What you are asked to do -> Word for word, set down every line of the entries below from the line with "function faultOf(matrix: readonly" to the line with "a column. */", including both, and no other line.

Dataset extract ->
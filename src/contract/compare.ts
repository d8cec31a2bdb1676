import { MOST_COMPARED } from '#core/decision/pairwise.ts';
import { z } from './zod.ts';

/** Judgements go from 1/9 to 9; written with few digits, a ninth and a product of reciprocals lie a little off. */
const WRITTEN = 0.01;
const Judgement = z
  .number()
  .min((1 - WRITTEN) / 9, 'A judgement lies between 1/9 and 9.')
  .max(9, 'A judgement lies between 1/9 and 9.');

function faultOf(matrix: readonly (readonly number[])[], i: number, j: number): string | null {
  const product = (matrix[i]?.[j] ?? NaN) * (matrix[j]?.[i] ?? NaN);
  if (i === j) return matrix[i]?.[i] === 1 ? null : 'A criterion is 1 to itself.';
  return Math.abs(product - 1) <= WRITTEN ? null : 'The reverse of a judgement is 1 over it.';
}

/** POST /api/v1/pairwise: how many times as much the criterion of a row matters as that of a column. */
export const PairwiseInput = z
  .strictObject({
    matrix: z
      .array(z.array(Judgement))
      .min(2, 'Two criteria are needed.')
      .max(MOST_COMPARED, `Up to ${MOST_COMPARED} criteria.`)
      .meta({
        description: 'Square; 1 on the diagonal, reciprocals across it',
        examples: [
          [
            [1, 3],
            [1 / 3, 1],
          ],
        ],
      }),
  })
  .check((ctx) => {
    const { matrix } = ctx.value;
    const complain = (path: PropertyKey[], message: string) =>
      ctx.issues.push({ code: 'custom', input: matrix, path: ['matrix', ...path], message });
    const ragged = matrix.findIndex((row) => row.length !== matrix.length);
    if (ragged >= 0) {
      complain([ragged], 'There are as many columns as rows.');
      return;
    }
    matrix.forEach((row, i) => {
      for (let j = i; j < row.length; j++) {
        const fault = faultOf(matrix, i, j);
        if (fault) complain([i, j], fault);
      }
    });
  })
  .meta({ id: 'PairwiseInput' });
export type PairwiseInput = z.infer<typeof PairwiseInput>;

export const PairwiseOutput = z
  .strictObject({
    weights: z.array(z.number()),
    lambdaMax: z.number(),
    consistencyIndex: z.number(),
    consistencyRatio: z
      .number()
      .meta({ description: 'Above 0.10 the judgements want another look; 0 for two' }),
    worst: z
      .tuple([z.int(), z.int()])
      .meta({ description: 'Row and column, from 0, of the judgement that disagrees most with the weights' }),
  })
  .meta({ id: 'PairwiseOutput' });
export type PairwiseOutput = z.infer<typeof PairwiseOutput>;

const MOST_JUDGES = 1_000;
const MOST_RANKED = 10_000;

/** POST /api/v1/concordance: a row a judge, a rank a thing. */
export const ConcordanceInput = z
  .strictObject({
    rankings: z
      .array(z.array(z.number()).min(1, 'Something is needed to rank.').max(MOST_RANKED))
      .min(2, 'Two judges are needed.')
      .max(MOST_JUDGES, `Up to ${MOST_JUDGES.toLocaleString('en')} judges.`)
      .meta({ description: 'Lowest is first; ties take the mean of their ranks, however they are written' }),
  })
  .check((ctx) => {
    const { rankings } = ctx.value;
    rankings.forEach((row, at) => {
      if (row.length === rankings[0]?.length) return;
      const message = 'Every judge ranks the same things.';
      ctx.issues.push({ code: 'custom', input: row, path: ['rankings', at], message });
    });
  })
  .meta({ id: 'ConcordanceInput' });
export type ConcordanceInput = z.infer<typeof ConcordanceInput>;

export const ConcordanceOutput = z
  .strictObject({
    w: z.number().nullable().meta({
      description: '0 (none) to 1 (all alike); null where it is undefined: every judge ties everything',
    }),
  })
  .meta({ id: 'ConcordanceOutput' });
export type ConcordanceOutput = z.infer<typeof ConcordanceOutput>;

--

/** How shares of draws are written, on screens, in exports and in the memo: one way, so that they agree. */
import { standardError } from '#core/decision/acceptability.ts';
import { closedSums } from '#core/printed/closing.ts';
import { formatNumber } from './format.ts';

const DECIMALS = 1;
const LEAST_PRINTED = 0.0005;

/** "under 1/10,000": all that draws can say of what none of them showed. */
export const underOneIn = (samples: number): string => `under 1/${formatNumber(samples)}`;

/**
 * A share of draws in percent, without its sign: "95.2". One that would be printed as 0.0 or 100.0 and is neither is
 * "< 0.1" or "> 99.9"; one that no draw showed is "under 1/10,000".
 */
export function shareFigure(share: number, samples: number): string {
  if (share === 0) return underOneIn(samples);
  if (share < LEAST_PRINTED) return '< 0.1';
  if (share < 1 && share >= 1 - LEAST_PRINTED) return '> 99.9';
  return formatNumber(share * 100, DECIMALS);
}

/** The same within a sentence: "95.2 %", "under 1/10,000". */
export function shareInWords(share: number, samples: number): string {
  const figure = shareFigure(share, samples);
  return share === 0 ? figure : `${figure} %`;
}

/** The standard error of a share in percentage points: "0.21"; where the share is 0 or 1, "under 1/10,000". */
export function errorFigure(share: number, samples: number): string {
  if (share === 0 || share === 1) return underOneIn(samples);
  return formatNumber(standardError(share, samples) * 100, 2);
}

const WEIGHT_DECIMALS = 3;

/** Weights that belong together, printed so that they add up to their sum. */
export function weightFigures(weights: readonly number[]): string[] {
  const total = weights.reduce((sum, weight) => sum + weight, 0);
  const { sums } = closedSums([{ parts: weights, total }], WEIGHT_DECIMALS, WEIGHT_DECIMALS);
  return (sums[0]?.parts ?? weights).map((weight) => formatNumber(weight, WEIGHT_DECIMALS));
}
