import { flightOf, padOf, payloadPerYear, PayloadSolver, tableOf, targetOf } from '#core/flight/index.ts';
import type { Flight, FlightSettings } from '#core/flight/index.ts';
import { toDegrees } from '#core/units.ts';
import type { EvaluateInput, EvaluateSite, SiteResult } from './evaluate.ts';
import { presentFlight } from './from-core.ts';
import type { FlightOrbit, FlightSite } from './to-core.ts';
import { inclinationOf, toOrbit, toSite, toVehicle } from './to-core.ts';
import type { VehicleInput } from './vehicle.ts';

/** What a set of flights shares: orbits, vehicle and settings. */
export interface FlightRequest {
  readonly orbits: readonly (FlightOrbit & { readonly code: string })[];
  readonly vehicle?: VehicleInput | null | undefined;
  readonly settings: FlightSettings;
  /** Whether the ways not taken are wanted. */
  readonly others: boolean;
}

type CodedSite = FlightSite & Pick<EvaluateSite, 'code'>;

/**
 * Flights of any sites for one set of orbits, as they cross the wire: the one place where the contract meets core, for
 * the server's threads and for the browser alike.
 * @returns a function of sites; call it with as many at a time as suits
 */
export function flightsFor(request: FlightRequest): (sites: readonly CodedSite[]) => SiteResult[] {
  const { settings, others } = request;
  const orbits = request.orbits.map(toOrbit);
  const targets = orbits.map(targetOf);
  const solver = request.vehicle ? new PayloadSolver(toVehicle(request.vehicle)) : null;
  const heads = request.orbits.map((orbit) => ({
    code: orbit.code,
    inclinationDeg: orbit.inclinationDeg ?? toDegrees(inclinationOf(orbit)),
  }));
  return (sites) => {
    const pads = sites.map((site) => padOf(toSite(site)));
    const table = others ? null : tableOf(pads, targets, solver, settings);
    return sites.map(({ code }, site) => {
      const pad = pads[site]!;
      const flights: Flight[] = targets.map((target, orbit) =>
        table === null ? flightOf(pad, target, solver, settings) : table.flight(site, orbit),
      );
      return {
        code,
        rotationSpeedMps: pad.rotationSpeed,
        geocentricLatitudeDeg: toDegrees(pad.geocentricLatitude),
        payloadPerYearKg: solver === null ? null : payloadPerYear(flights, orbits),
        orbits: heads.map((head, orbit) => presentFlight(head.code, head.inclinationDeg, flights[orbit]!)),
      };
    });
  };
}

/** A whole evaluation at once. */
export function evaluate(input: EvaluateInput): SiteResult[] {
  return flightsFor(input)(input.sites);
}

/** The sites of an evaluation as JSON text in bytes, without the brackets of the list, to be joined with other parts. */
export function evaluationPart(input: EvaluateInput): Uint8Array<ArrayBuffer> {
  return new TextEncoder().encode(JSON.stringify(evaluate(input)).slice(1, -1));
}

--

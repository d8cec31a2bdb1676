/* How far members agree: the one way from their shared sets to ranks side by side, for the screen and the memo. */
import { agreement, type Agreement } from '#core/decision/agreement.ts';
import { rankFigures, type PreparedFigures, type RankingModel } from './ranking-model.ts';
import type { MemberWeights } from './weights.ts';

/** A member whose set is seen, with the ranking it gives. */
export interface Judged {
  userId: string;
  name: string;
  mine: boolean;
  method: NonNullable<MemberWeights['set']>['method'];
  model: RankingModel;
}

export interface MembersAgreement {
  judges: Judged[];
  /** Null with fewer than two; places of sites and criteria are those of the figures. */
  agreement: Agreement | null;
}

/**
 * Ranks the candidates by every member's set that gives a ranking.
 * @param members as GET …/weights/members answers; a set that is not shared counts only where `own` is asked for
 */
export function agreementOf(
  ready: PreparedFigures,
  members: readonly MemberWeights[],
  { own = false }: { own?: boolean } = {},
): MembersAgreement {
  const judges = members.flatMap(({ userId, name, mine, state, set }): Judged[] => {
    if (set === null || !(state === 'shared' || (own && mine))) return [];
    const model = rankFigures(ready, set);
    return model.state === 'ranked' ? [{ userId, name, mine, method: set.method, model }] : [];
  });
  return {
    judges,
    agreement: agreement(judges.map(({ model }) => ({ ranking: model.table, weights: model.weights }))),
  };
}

Answer section ->
function faultOf(matrix: readonly (readonly number[])[], i: number, j: number): string | null {
  const product = (matrix[i]?.[j] ?? NaN) * (matrix[j]?.[i] ?? NaN);
  if (i === j) return matrix[i]?.[i] === 1 ? null : 'A criterion is 1 to itself.';
  return Math.abs(product - 1) <= WRITTEN ? null : 'The reverse of a judgement is 1 over it.';
}

/** POST /api/v1/pairwise: how many times as much the criterion of a row matters as that of a column. */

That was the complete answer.